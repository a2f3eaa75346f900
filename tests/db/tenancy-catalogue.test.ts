import { createHash, randomUUID } from 'node:crypto';
import { type Kysely, sql, type Transaction } from 'kysely';
import { afterAll, beforeAll, describe, expect, it } from 'vitest';
import type { BankTables, NewTestRecord } from '../../src/lib/server/db/bank-tables';
import { connectDatabase } from '../../src/lib/server/db/connect';
import type { Database } from '../../src/lib/server/db/schema';
import { inTenantTransaction } from '../../src/lib/server/tenancy/tenant-transaction';
import { testEnv } from '../support/env';

type BankDatabase = Database & BankTables;
type Scope = { firmId?: string; platformRole?: 'admin' | 'steward' | 'user' };

const PRIVATE_TABLES = ['test_record_private', 'submission_file', 'estimate', 'field_mapping'] as const;
const SCOPED_TABLES = [
  'submission',
  'submission_event',
  'test_record',
  'test_record_stress_level',
  'oedometer_increment',
  'oedometer_reading',
] as const;
/** Tables with a firm_id column that deliberately have no row-level security, and why. */
const FIRM_TABLES_WITHOUT_RLS: Record<string, string> = {
  audit_log: 'append-only log read by the app for one firm at a time; never exposed as a table',
};
const PUBLIC_OR_INTERNAL_TABLES = ['region', 'geological_unit', 'bank_version', 'search_outbox', 'mail_outbox', 'audit_log'];

const app = connectDatabase(testEnv('CLAYBANK_TEST_DATABASE_URL'), { max: 3 });
const db = app.db as unknown as Kysely<BankDatabase>;

/** A transaction with the row-level-security context the app sets (the app's own helper). */
function within<T>(scope: Scope, fn: (trx: Transaction<BankDatabase>) => Promise<T>): Promise<T> {
  return inTenantTransaction(app.db, { firmId: scope.firmId ?? null, platformRole: scope.platformRole ?? null }, fn);
}

async function countRows(executor: Kysely<BankDatabase>, table: string, where = sql`true`): Promise<number> {
  const { rows } = await sql<{ n: number }>`select count(*)::int as n from ${sql.table(table)} where ${where}`.execute(executor);
  return rows[0]?.n ?? -1;
}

···

[Prompt] Filter these records, keeping every line where the word "server" occurs.

[Your solution]
import type { BankTables, NewTestRecord } from '../../src/lib/server/db/bank-tables';
import { connectDatabase } from '../../src/lib/server/db/connect';
import type { Database } from '../../src/lib/server/db/schema';
import { inTenantTransaction } from '../../src/lib/server/tenancy/tenant-transaction';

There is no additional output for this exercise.